- [Instructions to follow] Return exactly and only these lines: the first of the listing through the one containing "from chipflow.layout.rules import".

- [Records for this exercise]
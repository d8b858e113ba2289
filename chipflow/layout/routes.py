"""An explicit network with coordinates as a network with coordinates for the engine.

Each channel of a drawn network runs from its ``from`` node through its ``via`` corners to its
``to`` node: straight runs joined by circular arcs of radius ``bend_radius`` times its width
(rounded up to the grid) at every corner, each arc tangent to the two runs it joins, so the
corner itself is cut off by ``r tan(turn / 2)`` on either side. A channel that ends at a port
(a punched hole) starts or ends at the hole's rim, on the line to its first or last corner.

On the grid: nodes and corners are put on the mask grid. A channel an odd number of grid
steps wide is moved by half a step along x and y, so that both walls of its runs along x and
along y lie on the grid (its centreline passes within 0.71 grid steps of its nodes; its length
does not change); its runs at other angles are measured on the mask after drawing. Widths
that are not a whole number of grid steps are drawn (and solved) at the nearest one, with a
warning. Nodes where channels meet get the engine's junctions; each is its own piece.
"""

from __future__ import annotations

import math

import numpy as np

from chipflow.errors import LayoutError
from chipflow.layout.model import PortMark
from chipflow.layout.pieces import junction_disc
from chipflow.layout.plan import ceil_grid, drawn_width, half_offset
from chipflow.layout.rules import Chip, LayoutRules
from chipflow.layout.sketch import ChamberPlace, ChannelGroup, Sketch
from chipflow.layout.trace import trace

__all__ = ["network_sketch"]


def _mm(p) -> str:
    return f"({p[0] * 1e3:.4g} mm, {p[1] * 1e3:.4g} mm)"


def network_sketch(drawing, name: str, chip: Chip, rules: LayoutRules) -> Sketch:
    """The network with coordinates of an explicit network's drawing.

    Parameters
    ----------
    drawing : chipflow.spec.network.NetworkDrawing
        Node positions, the channels with their corners, the punched nodes.
    name : str
        Design name.
    chip : Chip
    rules : LayoutRules

    Raises
    ------
    LayoutError
        A corner too close to its neighbours for its arc, a channel whose corners turn it
        back on itself, a channel that a port hole swallows; the message names the channel
        and the corner.
    """
    grid = rules.grid
    names = list(drawing.positions)
    index = {n: i for i, n in enumerate(names)}

    def snap(p):
        return np.array([round(p[0] / grid) * grid, round(p[1] / grid) * grid])

    node_xy = np.array([snap(drawing.positions[n]) for n in names], dtype=float)
    r_hole = chip.punch_diameter / 2
    keep = r_hole + rules.port_keepout
    holes = set(drawing.ports)
    ports = tuple(
        PortMark(
            n, float(node_xy[index[n], 0]), float(node_xy[index[n], 1]), chip.punch_diameter, keep
        )  # fmt: skip
        for n in drawing.ports
    )
    warnings: list[str] = []

    # 1. every channel's corner points, width and runs
    paths = []
    for route in drawing.routes:  # loop over the channels of a network written by hand
        width = drawn_width(route.width, grid)
        if not math.isclose(width, route.width, rel_tol=0, abs_tol=1e-12):
            warnings.append(
                f"channel {route.name!r}: width {route.width * 1e6:.4g} um is not a whole number "
                f"of {grid * 1e6:g} um grid steps; drawn and solved {width * 1e6:.4g} um wide"
            )
        pts = [node_xy[index[route.a]], *(snap(v) for v in route.via), node_xy[index[route.b]]]
        pts = np.array(pts, dtype=float)
        seg = np.diff(pts, axis=0)
        length = np.hypot(seg[:, 0], seg[:, 1])
        if np.any(length <= 0):
            k = int(np.flatnonzero(length <= 0)[0])
            raise LayoutError(
                f"{route.where}: channel {route.name!r}: two of its points coincide at "
                f"{_mm(pts[k])} on the {grid * 1e6:g} um grid"
            )
        for end, at in ((0, route.a), (-1, route.b)):  # a port's channel starts at the rim
            if at in holes:
                k = 0 if end == 0 else -1
                if length[k] <= r_hole:
                    raise LayoutError(
                        f"{route.where}: channel {route.name!r}: its run from port {at!r} is "
                        f"{length[k] * 1e3:.3g} mm long, inside the {chip.punch_diameter * 1e3:g}"
                        " mm port hole; move its first corner away from the port"
                    )
                step = seg[k] / length[k] * r_hole
                if end == 0:
                    pts[0] = pts[0] + step
                else:
                    pts[-1] = pts[-1] - step
        pts = pts + half_offset(width, grid)  # walls on the grid for odd widths
        paths.append((route, width, pts))

    # 2. the arms at each node, for the clearance of each channel's last run from its junction
    arms: dict[str, list[tuple[float, float]]] = {}
    for route, width, pts in paths:
        first, last = pts[1] - pts[0], pts[-2] - pts[-1]
        arms.setdefault(route.a, []).append((math.atan2(first[1], first[0]), width))
        arms.setdefault(route.b, []).append((math.atan2(last[1], last[0]), width))
    reach = {}
    for node, here in arms.items():  # loop over the nodes of a network written by hand
        h = np.array([a[0] for a in here])
        w = np.array([a[1] for a in here])
        disc = 0.0 if node in holes else junction_disc(h, w, rules.min_feature)
        reach[node] = max(disc, float(w.max()) / 2) + rules.alignment_margin + grid

    # 3. the centreline of each channel: runs and arcs
    groups = []
    for i, (route, width, pts) in enumerate(paths):  # loop over the channels
        pieces = _pieces(route, width, pts, rules, grid)
        tr = trace(math.atan2(pts[1, 1] - pts[0, 1], pts[1, 0] - pts[0, 0]), pieces, grid / 4)
        last = pieces[-1]
        direction = pts[-1] - pts[-2]
        along_axis = abs(direction[0]) <= 1e-15 or abs(direction[1]) <= 1e-15
        clear = reach[route.b]
        cut = None
        if last[0] == "L" and along_axis and last[1] > clear + 2 * grid:
            cut = 0.5 * (clear + last[1])
        groups.append(
            ChannelGroup(
                templates=(tr,),
                width=width,
                depth=route.depth,
                role=route.role,
                generation=route.generation,
                variant=np.zeros(1, dtype=int),
                start=pts[:1],
                node_a=np.array([index[route.a]]),
                node_b=np.array([index[route.b]]),
                index=np.array([i]),
                cut=cut,
                names=(route.name,),
            )
        )
    chambers = tuple(
        _chamber_place(c, paths, node_xy, index, rules, warnings)
        for c in getattr(drawing, "chambers", ())
    )
    return Sketch(
        name=name,
        chip=chip,
        rules=rules,
        node_xy=node_xy,
        node_names=tuple(names),
        groups=tuple(groups),
        ports=ports,
        warnings=tuple(warnings),
        chambers=chambers,
    )


#: Directions of a chamber's axis: (unit vector, quarter turns from +x).
_AXES = (((1.0, 0.0), 0), ((0.0, 1.0), 1), ((-1.0, 0.0), 2), ((0.0, -1.0), 3))


def _chamber_place(chamber, paths, node_xy, index, rules: LayoutRules, warnings):
    """Where a chamber of an explicit network lies: along x or y from its ``from`` node to its
    ``to`` node, its walls on the grid, each of its channels meeting it along its axis."""
    from chipflow.errors import SpecError
    from chipflow.layout.chamber import ChamberPort, chamber_key
    from chipflow.spec.network import LENGTH_TOLERANCE

    grid = rules.grid
    a, b = node_xy[index[chamber.a]], node_xy[index[chamber.b]]
    d = b - a
    length = float(np.hypot(*d))
    found = [(v, t) for v, t in _AXES if np.allclose(d / max(length, 1e-300), v, atol=1e-12)]
    if not found:
        raise LayoutError(
            f"{chamber.where}: chamber {chamber.name!r} runs from {_mm(a)} to {_mm(b)}: a chamber "
            "lies along x or along y; give its two nodes the same x or the same y"
        )
    axis, turns = np.array(found[0][0]), found[0][1]
    normal = np.array([-axis[1], axis[0]])
    shape = chamber.shape
    if abs(shape.length - length) > LENGTH_TOLERANCE * length:
        raise SpecError(
            f"{chamber.where}.length: chamber {chamber.name!r} is given {shape.length * 1e3:.4g} "
            f"mm long but its nodes are {length * 1e3:.4g} mm apart (more than "
            f"{LENGTH_TOLERANCE:.0%}); move a node or change the length"
        )
    width = drawn_width(shape.width, grid)
    if not math.isclose(width, shape.width, rel_tol=0, abs_tol=1e-12):
        warnings.append(
            f"chamber {chamber.name!r}: width {shape.width * 1e6:.4g} um is not a whole number "
            f"of {grid * 1e6:g} um grid steps; drawn and solved {width * 1e6:.4g} um wide"
        )
    ends = []
    for node, side in ((chamber.a, 0), (chamber.b, 1)):
        mine = [
            (route, w, pts) for route, w, pts in paths if node in (route.a, route.b)
        ]  # fmt: skip
        route, w, pts = mine[0]
        at_start = route.a == node
        end = pts[0] if at_start else pts[-1]
        away = (pts[1] - pts[0]) if at_start else (pts[-2] - pts[-1])
        away = away / np.hypot(*away)
        want = -axis if side == 0 else axis
        if not np.allclose(away, want, atol=1e-9):
            raise LayoutError(
                f"{chamber.where}: channel {route.name!r} meets chamber {chamber.name!r} at "
                f"{_mm(node_xy[index[node]])} from the side; its run there must lie along the "
                "chamber's axis (add a corner with 'via')"
            )
        ends.append((end, w, route.depth))
    (end_a, w_a, _), _ = ends
    # the side wall y = 0 of the key frame on the grid, the axis near the feeding channel's
    s = round((float((end_a - a) @ normal) - width / 2) / grid) * grid
    origin = a + s * normal
    ports = []
    for side, (end, w, depth) in enumerate(ends):
        local = end - origin
        along, across = float(local @ axis), float(local @ normal)
        mouth = along if side == 0 else length - along
        if across - w / 2 < -1e-12 or across + w / 2 > width + 1e-12:
            raise LayoutError(
                f"{chamber.where}: the channel at the {('from', 'to')[side]} end of chamber "
                f"{chamber.name!r} is wider than the chamber"
            )
        ports.append(ChamberPort(side, across, w, depth, mouth))
    import dataclasses

    key = chamber_key(
        dataclasses.replace(shape, width=width, length=length),
        ports,
        grid,
        rules.alignment_margin,
    )
    return ChamberPlace(
        chamber.name,
        key,
        (float(origin[0]), float(origin[1])),
        turns,
        (index[chamber.a], index[chamber.b]),
    )


def _pieces(route, width: float, pts: np.ndarray, rules: LayoutRules, grid: float) -> list:
    """Straight runs and tangent arcs through the corner points ``pts`` [m]."""
    seg = np.diff(pts, axis=0)
    length = np.hypot(seg[:, 0], seg[:, 1])
    radius = ceil_grid(rules.bend_radius * width, grid)
    turn = np.zeros(len(pts))
    cut = np.zeros(len(pts))  # straight taken off each side of a corner by its arc
    for k in range(1, len(pts) - 1):  # loop over the corners of one channel
        a, b = seg[k - 1], seg[k]
        angle = math.atan2(a[0] * b[1] - a[1] * b[0], a[0] * b[0] + a[1] * b[1])
        if abs(angle) > math.radians(179):
            raise LayoutError(
                f"{route.where}: channel {route.name!r} turns back on itself at via {k} "
                f"{_mm(pts[k])}; give a corner on each side of a U-turn"
            )
        turn[k] = angle
        cut[k] = radius * math.tan(abs(angle) / 2)
    straight = length - cut[:-1] - cut[1:]
    if np.any(straight < -1e-12):
        k = int(np.flatnonzero(straight < -1e-12)[0])
        where = k if cut[k] >= cut[k + 1] else k + 1
        raise LayoutError(
            f"{route.where}: channel {route.name!r}: the bend at via {where} "
            f"{_mm(pts[where])} has a radius of {radius * 1e3:.3g} mm ([fabrication] "
            f"bend_radius x width) and needs {(cut[k] + cut[k + 1]) * 1e3:.3g} mm of straight "
            f"run between its neighbouring corners, which are {length[k] * 1e3:.3g} mm apart; "
            "move the corners further apart"
        )
    pieces: list[tuple] = []
    for k in range(len(seg)):  # runs and the arcs between them
        pieces.append(("L", max(float(straight[k]), 0.0)))
        if k + 1 < len(pts) - 1 and turn[k + 1] != 0:
            pieces.append(("A", radius, float(turn[k + 1])))
    return pieces
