"""The hydraulic network of a drawn chip.

Nodes are the layout's nodes: the ports (a tree's inlet and outlet at the rim of their punched
holes, an explicit network's port nodes at the hole's centre, its channels starting at the
rim) and every junction centre. Each drawn channel becomes one network channel between its two
nodes, with its width, depth and the exact length of its drawn centreline, arcs counted as
true circular arcs (a run whose walls the grid moves counts at the width the mask has: see
:attr:`~chipflow.layout.model.DrawnChannels.hydraulic_length`).

How pieces are counted: centrelines run from junction centre to junction centre, so the area
of a junction is shared out to the channels that meet there, each up to the centre; and a
channel leaving a port starts at the rim of the punched hole. Each piece of the drawing
(:class:`~chipflow.layout.model.Pieces`) is then counted once by its equivalent lengths from
a 2D solve of the piece as drawn (:mod:`chipflow.layout.pieces`): a symmetric split of a tree
adds its correction to the parent channel (the one on the trunk's side), any other junction
one correction to each arm's channel (the arms of a star equivalent to the 2D piece), a port
step one to its channel. So a channel's network ``length`` is its drawn length plus the
corrections of the pieces at its two ends. The widths are the drawn ones (a whole number of
grid steps, checked on the mask).
"""

from __future__ import annotations

import numpy as np

from chipflow.errors import LayoutError
from chipflow.layout import pieces as _pieces
from chipflow.layout.model import Layout
from chipflow.network import Network

__all__ = [
    "extract_network",
    "piece_lengths",
    "junction_lengths",
    "unsolved_pieces",
    "unsolved_junctions",
    "channel_names",
    "chamber_channels",
    "with_chambers",
]


def channel_names(layout: Layout) -> list[str]:
    """Network names of the drawn channels: the design's names, else
    ``<role><generation>.<index>``, after ``<region>:`` for a culture region's channels."""
    ch = layout.channels
    if ch.names is not None:
        return [str(s) for s in ch.names]
    names = np.char.add(
        np.char.add(np.char.add(ch.role.astype(str), ch.generation.astype(str)), "."),
        ch.index.astype(str),
    )
    if ch.region is not None:
        region = ch.region.astype(str)
        names = np.where(region != "", np.char.add(np.char.add(region, ":"), names), names)
    return list(names)


def piece_lengths(layout: Layout, kinds: tuple[str, ...] | None = None) -> np.ndarray:
    """Equivalent-length correction of every drawn channel [m] (0 where none applies).

    Parameters
    ----------
    layout : Layout
    kinds : tuple of str, optional
        Only pieces of these kinds ("fan", "junction", "port"); default all.

    Raises
    ------
    LayoutError
        When the corrections would leave a channel with no positive length.
    """
    ch = layout.channels
    extra = np.zeros(ch.length.size)
    pieces = layout.pieces
    if pieces is None or pieces.size == 0:
        return extra
    for kid, key in enumerate(pieces.keys):  # one solve per distinct geometry
        sel = pieces.key == kid
        if kinds is not None and not np.any(np.isin(pieces.kind[sel], kinds)):
            continue
        lengths = np.nan_to_num(np.asarray(_pieces.solve_piece(key).lengths, float), nan=0.0)
        for arm, dl in enumerate(lengths):  # a handful of arms
            chans = pieces.arm_channel[sel, arm]
            np.add.at(extra, chans[chans >= 0], dl)
    base = ch.length if ch.hydraulic_length is None else ch.hydraulic_length
    short = base + extra <= 0
    if np.any(short):
        i = int(np.flatnonzero(short)[0])
        label = (
            repr(str(ch.names[i]))
            if ch.names is not None
            else f"{ch.role[i]} generation {ch.generation[i]}"
        )
        raise LayoutError(
            f"{label}: the junction corrections {extra[i] * 1e6:.1f} um exceed the drawn length "
            f"{ch.length[i] * 1e6:.1f} um; draw the channel longer (its junctions are closer "
            "than a few channel widths)"
        )
    return extra


#: The name this function had when only tree junctions were counted.
junction_lengths = piece_lengths


def _where(layout: Layout, kind: str, arm_channel: np.ndarray, node: int) -> str:
    ch = layout.channels
    first = int(arm_channel[arm_channel >= 0][0])
    label = (
        f"channel {str(ch.names[first])!r}"
        if ch.names is not None
        else f"{ch.role[first]} generation {ch.generation[first]}"
    )
    if kind == "port":
        return f"the step from the {layout.node_names[node]} port into {label}"
    if kind == "fan":
        return f"the junction at the end of {label}"
    return f"the junction at node {layout.node_names[node]!r}"


def unsolved_pieces(layout: Layout) -> list[str]:
    """Warnings for the pieces whose 2D solve failed: their channels keep the plain
    centre-to-centre (rim-to-centre) lengths (the solves are cached, so asking again costs
    nothing)."""
    pieces = layout.pieces
    if pieces is None:
        return []
    out = []
    for kid, key in enumerate(pieces.keys):  # one per distinct geometry
        if not np.any(np.isnan(_pieces.solve_piece(key).lengths)):
            continue
        first = int(np.flatnonzero(pieces.key == kid)[0])
        place = _where(
            layout, str(pieces.kind[first]), pieces.arm_channel[first], pieces.node[first]
        )
        out.append(
            f"{place} could not be solved in 2D: its channels keep their centre-to-centre "
            "lengths, which misstate the resistance by up to a few percent"
        )
    return out


#: The name this function had when only tree junctions were counted.
unsolved_junctions = unsolved_pieces


def chamber_channels(name: str, key, nodes) -> dict[str, np.ndarray | list]:
    """The network channels of one chamber: its links (:func:`~chipflow.layout.chamber.
    chamber_links`), each an equivalent duct of the chamber's depth whose floor is its share
    of the chamber's (:func:`~chipflow.layout.chamber.link_floors`; together they have the
    chamber's floor and volume).

    Parameters
    ----------
    name : str
        The chamber's name: its one link's name, or the prefix of ``NAME.in1-out2``, ...
    key : ChamberKey
    nodes : sequence of int
        The network node of each port of the key.

    Raises
    ------
    LayoutError
        When the chamber cannot be meshed or solved in 2D (it has no network without).
    """
    from chipflow.errors import FieldError
    from chipflow.layout.chamber import chamber_links, link_floors, link_widths, solve_chamber
    from chipflow.physics.duct import resistance

    try:
        pairs, g, _ = chamber_links(key)
    except FieldError as exc:
        raise LayoutError(f"chamber {name!r} could not be solved in 2D: {exc}") from None
    sol = solve_chamber(key)
    width = link_widths(g, key.depth, link_floors(key, pairs, g, sol.floor_area))
    length = 1.0 / (g * np.asarray(resistance(width, key.depth, 1.0, 1.0), float))
    sides = [p.side for p in key.ports]
    labels, counter = [], [0, 0]
    for side in sides:  # a handful of ports
        counter[side] += 1
        labels.append(f"{'in' if side == 0 else 'out'}{counter[side]}")
    names = (
        [name]
        if len(pairs) == 1
        else [f"{name}.{labels[i]}-{labels[j]}" for i, j in pairs.tolist()]
    )
    nodes = np.asarray(nodes, dtype=int)
    return {
        "node_a": nodes[pairs[:, 0]],
        "node_b": nodes[pairs[:, 1]],
        "width": width,
        "depth": np.full(len(pairs), float(key.depth)),
        "length": length,
        "names": names,
    }


def with_chambers(network: Network, chambers) -> Network:
    """``network`` with each chamber's links appended after its channels (role "chamber",
    no generation).

    Parameters
    ----------
    network : Network
    chambers : sequence of (name, key, nodes)
        Each chamber's name, :class:`~chipflow.layout.chamber.ChamberKey` and the network
        node (index or name) of each of its ports.
    """
    if not chambers:
        return network
    parts = []
    for name, key, nodes in chambers:  # a handful of chambers
        index = [network.node_index(n) for n in nodes]
        parts.append(chamber_channels(name, key, index))
    cat = {k: np.concatenate([p[k] for p in parts]) for k in ("node_a", "node_b", "width",
                                                               "depth", "length")}  # fmt: skip
    names = [n for p in parts for n in p["names"]]
    k = cat["width"].size
    return Network.from_arrays(
        np.r_[network.node_a, cat["node_a"]],
        np.r_[network.node_b, cat["node_b"]],
        np.r_[network.width, cat["width"]],
        np.r_[network.depth, cat["depth"]],
        np.r_[network.length, cat["length"]],
        round=np.r_[network.round, np.zeros(k, bool)],
        names=[*network.channel_names(), *names],
        generation=np.r_[network.generation, np.full(k, -1)],
        role=np.r_[network.role, np.full(k, "chamber")],
        node_names=network.node_names,
    )


def extract_network(layout: Layout, junctions: bool = True) -> Network:
    """The channel network of a drawn layout, for :func:`chipflow.network.solve`.

    Parameters
    ----------
    layout : Layout
        A drawn chip (see :func:`chipflow.layout.draw`).
    junctions : bool
        Add each piece's equivalent-length corrections to its channels (default); False gives
        the plain drawn lengths.

    Returns
    -------
    Network
        One channel per drawn channel, in the same order, named as given by the design or
        ``<role><generation>.<index>``; then each chamber's links (:func:`with_chambers`);
        nodes named as in ``layout.node_names`` (a tree's "inlet", "outlet", "split<k>.<i>",
        "merge<k>.<i>").
    """
    ch = layout.channels
    base = ch.length if ch.hydraulic_length is None else ch.hydraulic_length
    length = base + (piece_lengths(layout) if junctions else 0.0)
    network = Network.from_arrays(
        ch.node_a,
        ch.node_b,
        ch.width,
        ch.depth,
        length,
        names=channel_names(layout),
        generation=ch.generation,
        role=ch.role,
        node_names=layout.node_names,
        region=ch.region,
    )
    return with_chambers(network, [(c.name, c.key, c.port_nodes) for c in layout.chambers])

- [Result]
repository d8b858e113ba2289
filename chipflow/layout/routes.py
"""An explicit network with coordinates as a network with coordinates for the engine.

Each channel of a drawn network runs from its ``from`` node through its ``via`` corners to its
``to`` node: straight runs joined by circular arcs of radius ``bend_radius`` times its width
(rounded up to the grid) at every corner, each arc tangent to the two runs it joins, so the
corner itself is cut off by ``r tan(turn / 2)`` on either side. A channel that ends at a port
(a punched hole) starts or ends at the hole's rim, on the line to its first or last corner.

On the grid: nodes and corners are put on the mask grid. A channel an odd number of grid
steps wide is moved by half a step along x and y, so that both walls of its runs along x and
along y lie on the grid (its centreline passes within 0.71 grid steps of its nodes; its length
does not change); its runs at other angles are measured on the mask after drawing. Widths
that are not a whole number of grid steps are drawn (and solved) at the nearest one, with a
warning. Nodes where channels meet get the engine's junctions; each is its own piece.
"""

from __future__ import annotations

import math

import numpy as np

from chipflow.errors import LayoutError
from chipflow.layout.model import PortMark
from chipflow.layout.pieces import junction_disc
from chipflow.layout.plan import ceil_grid, drawn_width, half_offset
from chipflow.layout.rules import Chip, LayoutRules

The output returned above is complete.